▸ Extracted entries:
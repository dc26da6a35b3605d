import type { SiteStore } from '../../store/SiteStore.ts';

/** What the blind-pass use cases need of a store: its state and its one way to change it. */
export type SiteWriter = Pick<SiteStore, 'state' | 'commitWith'>;
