// The interpreters who work on this machine: name and initials, which one is at the
// desk, and a record of every switch (who, to whom, when). Switching is always an
// explicit act, never implied by a pass or a file. The book lives in a small key-value
// store of the machine (the browser's local storage in the app), not in a site: one
// person works on many sites.

export interface InterpreterProfile {
  name: string;
  initials: string;
}

export interface ProfileSwitch {
  from: string | null;
  to: string;
  time: string;
}

/** Where the book is kept: the plain string get/set of local storage. */
export interface KeyValueStore {
  getItem(key: string): string | null;
  setItem(key: string, value: string): void;
}

interface Book {
  profiles: InterpreterProfile[];
  current: string | null;
  switches: ProfileSwitch[];
}

const KEY = 'fellfield.interpreters';
/** Switches kept; older ones fall off (tags record their interpreter themselves). */
const SWITCHES_KEPT = 500;

export class ProfileRefused extends Error {
  override name = 'ProfileRefused';
}

export class InterpreterProfiles {
  #book: Book;

  constructor(private readonly storage: KeyValueStore, private readonly now: () => string) {
    this.#book = read(storage.getItem(KEY));
  }

  get profiles(): readonly InterpreterProfile[] {
    return this.#book.profiles;
  }

  get current(): InterpreterProfile | null {
    return this.#book.profiles.find((p) => p.name === this.#book.current) ?? null;
  }

  get switches(): readonly ProfileSwitch[] {
    return this.#book.switches;
  }

  /** Adds a profile; the first one added is taken to the desk at once (and that is recorded). */
  add(name: string, initials: string): InterpreterProfile {
    const profile = { name: name.trim().replace(/\s+/g, ' '), initials: initials.trim().toUpperCase() };
    if (!profile.name) throw new ProfileRefused('Give the interpreter a name.');
    if (profile.name.length > 60) throw new ProfileRefused('Keep the name under 60 characters.');
    if (!/^\p{L}{1,4}$/u.test(profile.initials)) throw new ProfileRefused('Initials are one to four letters, e.g. "AB".');
    const clash = this.#book.profiles.find((p) => p.name.toLowerCase() === profile.name.toLowerCase() || p.initials === profile.initials);
    if (clash) throw new ProfileRefused(clash.initials === profile.initials && clash.name.toLowerCase() !== profile.name.toLowerCase()
      ? `${clash.name} already uses the initials ${profile.initials}.`
      : `There is already an interpreter called ${clash.name}.`);
    this.#book = { ...this.#book, profiles: [...this.#book.profiles, profile] };
    if (!this.#book.current) this.switchTo(profile.name);
    else this.#save();
    return profile;
  }

  /** Puts another interpreter at the desk, recording the switch. */
  switchTo(name: string): InterpreterProfile {
    const profile = this.#book.profiles.find((p) => p.name === name);
    if (!profile) throw new ProfileRefused(`There is no interpreter called ${name} on this machine.`);
    if (this.#book.current === name) return profile;
    const entry: ProfileSwitch = { from: this.#book.current, to: name, time: this.now() };
    this.#book = { ...this.#book, current: name, switches: [...this.#book.switches, entry].slice(-SWITCHES_KEPT) };
    this.#save();
    return profile;
  }

  #save(): void {
    this.storage.setItem(KEY, JSON.stringify(this.#book));
  }
}

function read(text: string | null): Book {
  const empty: Book = { profiles: [], current: null, switches: [] };
  if (!text) return empty;
  try {
    const doc = JSON.parse(text) as Partial<Book>;
    const profiles = Array.isArray(doc.profiles)
      ? doc.profiles.filter((p): p is InterpreterProfile => typeof p?.name === 'string' && typeof p?.initials === 'string')
      : [];
    const current = typeof doc.current === 'string' && profiles.some((p) => p.name === doc.current) ? doc.current : null;
    const switches = Array.isArray(doc.switches) ? doc.switches.filter((s) => typeof s?.to === 'string' && typeof s?.time === 'string') : [];
    return { profiles, current, switches };
  } catch {
    // A damaged book starts afresh: tags keep their interpreter names whatever happens here.
    return empty;
  }
}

▸ Goal of the exercise: In the material, find each line with the word "void" and list it.

▸ Task output:
  setItem(key: string, value: string): void;
  #save(): void {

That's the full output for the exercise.